Grace Flyte, 6, Kutztown, brought her own chrysalis to the program and even had her nose tickled by a butterfly.

‘We’re into butterflies,’ said her grandmother Alice Flyte, Krumsville, who enjoyed seeing the butterflies and seeing the children’s excitement. ‘We raise butterflies.’

The lecturer and author from Hazleton dressed up as a butterfly to demonstrate how butterflies breathe, smell and taste.

‘Adult butterflies, as well as caterpillars, breathe through a series of tiny openings along the sides of their bodies, called ‘spiracles.’ From each spiracle, a tube called a ‘trachea’ carries oxygen into the body. Butterflies don’t have noses and lungs as we do. Butterflies ‘smell’ with their antennae. Many butterflies can taste with their feet to find out whether the leaf they sit on is good to lay eggs,’ according to his website http://butterflywebsite.com.

When putting on the butterfly costume, his antennae had noses on the end to show their use for smelling.

Mikula talked about other butterfly facts from their life cycle to how the children can help butterflies.

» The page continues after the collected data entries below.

"""The bundled demo system: an invented K dwarf, Keldra-4, with two planets.

``planetfit demo`` fits ``demo.yaml`` against the tables in ``data/``;
``python -m planetfit.demo.generate`` writes those tables again from a fixed
seed and the true parameters in :data:`planetfit.demo.generate.TRUTH`.
"""

from pathlib import Path

DEMO_DIR = Path(__file__).resolve().parent
DEMO_CONFIG = DEMO_DIR / "demo.yaml"
#: Further bundled examples (``planetfit demo --example NAME``); ``hot-giant`` is written by
#: ``python -m planetfit.demo.hot_giant``.
EXAMPLES = {"hot-giant": DEMO_DIR / "hot-giant" / "hot-giant.yaml"}
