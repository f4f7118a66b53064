"""Write the demo system's light curves and radial velocities from a fixed seed.

Run ``python -m planetfit.demo.generate [OUTDIR]`` (default: this package's
``data/`` folder). The system is invented: a K dwarf, Keldra-4, with a
transiting super-Earth (b) and an outer planet seen only in RVs (c). The
light curves are made with batman's public ``TransitModel`` (independent of
planetfit's windowed evaluation) and the RVs with radvel's ``rv_drive``.
The star is spotted: its rotation modulates the photometry by several
times the transit depth and the RVs by a few m/s (:func:`quasi_periodic`,
made independently of planetfit's Gaussian-process kernels).
"""

import json
import sys
from pathlib import Path

import batman
import numpy as np
from radvel import kepler, orbit
from scipy.interpolate import CubicSpline

from planetfit.core.geometry import solve_orbit
from planetfit.core.units import M_EARTH_KG, MINUTES_PER_DAY, PPM, R_EARTH_M, R_SUN_M

SEED = 20261201
BTJD_OFFSET = 2457000.0

TRUTH = {
    "star": {"mass_msun": 0.78, "radius_rsun": 0.74, "teff_k": 4900.0},
    "b": {
        "period_days": 6.13712,
        "transit_bjd": 2460003.4172,
        "radius_earth": 1.52,
        "impact": 0.32,
        "rv_amplitude_ms": 2.10,
        "e": 0.0,
        "omega_deg": 90.0,
    },
    "c": {"period_days": 42.31, "transit_bjd": 2460021.7, "rv_amplitude_ms": 4.6, "e": 0.15, "omega_deg": 55.0},
    "limb_darkening_u": [0.50, 0.17],
    # Spots: rotation period, photometric and RV amplitudes, spot-pattern lifetime.
    "activity": {
        "rotation_days": 23.4,
        "photometric_amplitude_ppm": 2500.0,
        "rv_amplitude_ms": 2.5,
        "evolution_days": 40.0,
    },
}

# Sectors: (name, start BTJD, days, cadence min, white noise per point in ppm).
SECTORS = [
    ("camera-30min", 2400.0, 27.0, 30.0, 110.0),
    ("camera-2min", 3000.0, 27.0, 2.0, 420.0),
    ("camera-2min", 3027.4, 27.0, 2.0, 420.0),
]
# Spectrographs: (name, points, error m/s, jitter m/s, offset m/s).
# Spectrographs: (name, points, error m/s, jitter m/s, offset m/s, scale of the activity signal).
SPECTROGRAPHS = [("spectrograph-a", 50, 1.2, 1.0, -12.3, 1.0), ("spectrograph-b", 35, 1.8, 1.6, 31.0, 0.7)]
RV_SPAN_BJD = (2459930.0, 2460190.0)


def quasi_periodic(times, period_days, amplitude, rng, evolution_days):
    """Spot-like signal: the rotation frequency and its first harmonic with wandering amplitudes and phases.

    Amplitudes and phases take new random values every ``evolution_days``
    and are joined by cubic splines, the shape of light curves of spotted
    rotating stars (e.g. Aigrain et al. 2012, MNRAS 419, 3147, section 2).
    """
    knots = np.arange(times.min() - evolution_days, times.max() + 2 * evolution_days, evolution_days)
    total = np.zeros(times.size)
    for harmonic, weight in ((1, 1.0), (2, 0.5)):
        amp = CubicSpline(knots, weight * amplitude * rng.uniform(0.5, 1.0, knots.size))(times)
        phase = CubicSpline(knots, rng.normal(0, 0.6, knots.size))(times)
        total += amp * np.sin(2 * np.pi * harmonic * times / period_days + phase + rng.uniform(0, 2 * np.pi))
    return total


def sector_times(start, days, cadence_min):
    """Regular cadence with a one-day data-downlink gap in the middle of the sector."""
    t = np.arange(start, start + days, cadence_min / MINUTES_PER_DAY)
    mid = start + days / 2
    return t[(t < mid - 0.5) | (t > mid + 0.5)]


def light_curve(t_bjd, cadence_min):
    """Noise-free relative flux of planet b (batman, exposure-integrated)."""
    s, b = TRUTH["star"], TRUTH["b"]
    k = b["radius_earth"] * R_EARTH_M / (s["radius_rsun"] * R_SUN_M)
    a_r, cos_i, _ = solve_orbit(
        b["period_days"], b["rv_amplitude_ms"], b["impact"], 0.0, np.pi / 2, s["mass_msun"], s["radius_rsun"]
    )
    p = batman.TransitParams()
    p.t0, p.per, p.rp, p.a = b["transit_bjd"], b["period_days"], k, a_r
    p.inc, p.ecc, p.w = np.degrees(np.arccos(cos_i)), 0.0, 90.0
    p.u = list(TRUTH["limb_darkening_u"])
    p.limb_dark = "quadratic"
    ss = max(1, int(np.ceil(cadence_min / 2.0)))
    model = batman.TransitModel(p, t_bjd, supersample_factor=ss, exp_time=cadence_min / MINUTES_PER_DAY)
    return model.light_curve(p)


def radial_velocity(t_bjd):
    """Noise-free stellar RV (m/s) from both planets."""
    total = np.zeros_like(t_bjd)
    for name in ("b", "c"):
        p = TRUTH[name]
        w = np.radians(p["omega_deg"])
        tp = orbit.timetrans_to_timeperi(p["transit_bjd"], p["period_days"], p["e"], w)
        total += kepler.rv_drive(t_bjd, np.array([p["period_days"], tp, p["e"], w, p["rv_amplitude_ms"]]))
    return total


def _write_photometry(outdir, rng, act):
    """The sectors' light curves: transits, spots, noise, lost exposures, cosmic rays and flagged rows."""
    by_name = {}
    for name, start, days, cadence, noise_ppm in SECTORS:
        t = sector_times(start, days, cadence)
        spots = quasi_periodic(
            t, act["rotation_days"], act["photometric_amplitude_ppm"] * PPM, rng, act["evolution_days"]
        )
        flux = light_curve(t + BTJD_OFFSET, cadence) + spots + rng.normal(0, noise_ppm * PPM, t.size)
        err = np.full(t.size, noise_ppm * PPM)
        flux[rng.choice(t.size, 5, replace=False)] = np.nan  # a few lost exposures, as in real products
        hits = rng.choice(t.size, 6, replace=False)
        flux[hits] += rng.uniform(8, 15, hits.size) * noise_ppm * PPM  # cosmic-ray hits: outliers to clip
        quality = np.zeros(t.size, dtype=int)
        flagged = rng.choice(t.size, t.size // 400, replace=False)
        quality[flagged] = 1 << 4  # bit 5: scattered light, the flux of those rows offset
        flux[flagged] -= rng.uniform(5, 20, flagged.size) * noise_ppm * PPM
        by_name.setdefault(name, []).append((t, flux, err, quality))
    for name, parts in by_name.items():
        t, f, e, q = (np.concatenate(x) for x in zip(*parts))
        scale = 18450.0  # electrons per second, arbitrary: the pipeline normalises
        np.savetxt(
            outdir / f"{name}.csv",
            np.column_stack([t, f * scale, e * scale, q]),
            delimiter=",",
            fmt=["%.6f", "%.3f", "%.3f", "%d"],
            header="btjd,flux_e_per_s,flux_err_e_per_s,quality",
            comments="",
        )


def _write_velocities(outdir, rng, act):
    """Each spectrograph's RVs: planets, spot activity at its scale, offset, noise with jitter."""
    times = [np.sort(rng.uniform(*RV_SPAN_BJD, n)) for _, n, *_ in SPECTROGRAPHS]
    spots = quasi_periodic(
        np.concatenate(times), act["rotation_days"], act["rv_amplitude_ms"], rng, act["evolution_days"]
    )
    for (name, n, err, jitter, offset, scale), t, part in zip(SPECTROGRAPHS, times, np.split(spots, [times[0].size])):
        rv = radial_velocity(t) + scale * part + offset + rng.normal(0, np.hypot(err, jitter), n)
        e = err * rng.uniform(0.85, 1.15, n)
        np.savetxt(
            outdir / f"{name}.txt",
            np.column_stack([t, rv, e]),
            fmt=["%.5f", "%.3f", "%.3f"],
            header="bjd_tdb rv_ms sigma_rv_ms",
            comments="",
        )


def write(outdir):
    """Write the demo tables and ``truth.json`` into ``outdir``."""
    outdir = Path(outdir)
    outdir.mkdir(parents=True, exist_ok=True)
    rng = np.random.default_rng(SEED)
    _write_photometry(outdir, rng, TRUTH["activity"])
    _write_velocities(outdir, rng, TRUTH["activity"])
    spectrographs = {n: {"jitter_ms": j, "offset_ms": o, "activity_scale": a} for n, _, _, j, o, a in SPECTROGRAPHS}
    truth = dict(TRUTH, seed=SEED, spectrographs=spectrographs)
    star, b = TRUTH["star"], TRUTH["b"]
    mass_kg = solve_orbit(
        b["period_days"], b["rv_amplitude_ms"], b["impact"], 0.0, np.pi / 2, star["mass_msun"], star["radius_rsun"]
    )[2]
    truth["b"]["mass_earth"] = float(mass_kg / M_EARTH_KG)
    (outdir / "truth.json").write_text(json.dumps(truth, indent=2) + "\n")


if __name__ == "__main__":
    write(sys.argv[1] if len(sys.argv) > 1 else Path(__file__).resolve().parent / "data")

‘It’s more or less just to stimulate their curiosity and their imaginations and have them run around,’ said Mikula.

Mikula hopes the children go outside and play in their gardens, ‘just like kids are supposed to do. Explore nature, have fun, run around and get sweaty. But in the process hopefully they’ll invent some great ideas.’

The program included how to create their own butterfly traps and habitats, as well as photos and information about various butterflies and the history of butterflies. He hopes the children want to go out and try experiments and investigate.

‘The audience was magnificent. They laughed at all of the jokes, they were curious and they were anxious to apply what they learned,’ he said.

He also encouraged the children to read.

‘If you want to learn more you have to research your topic. You have to read and read,’ said Mikula. ‘You have to be able to identify the caterpillar so you know what to feed it and to know what the adult is when it emerges.’

Mikula also suggested the children and parents go to his website for more information about butterflies, for suggestions on books to read and for free games to play. Go to www.butterflywebsite.com.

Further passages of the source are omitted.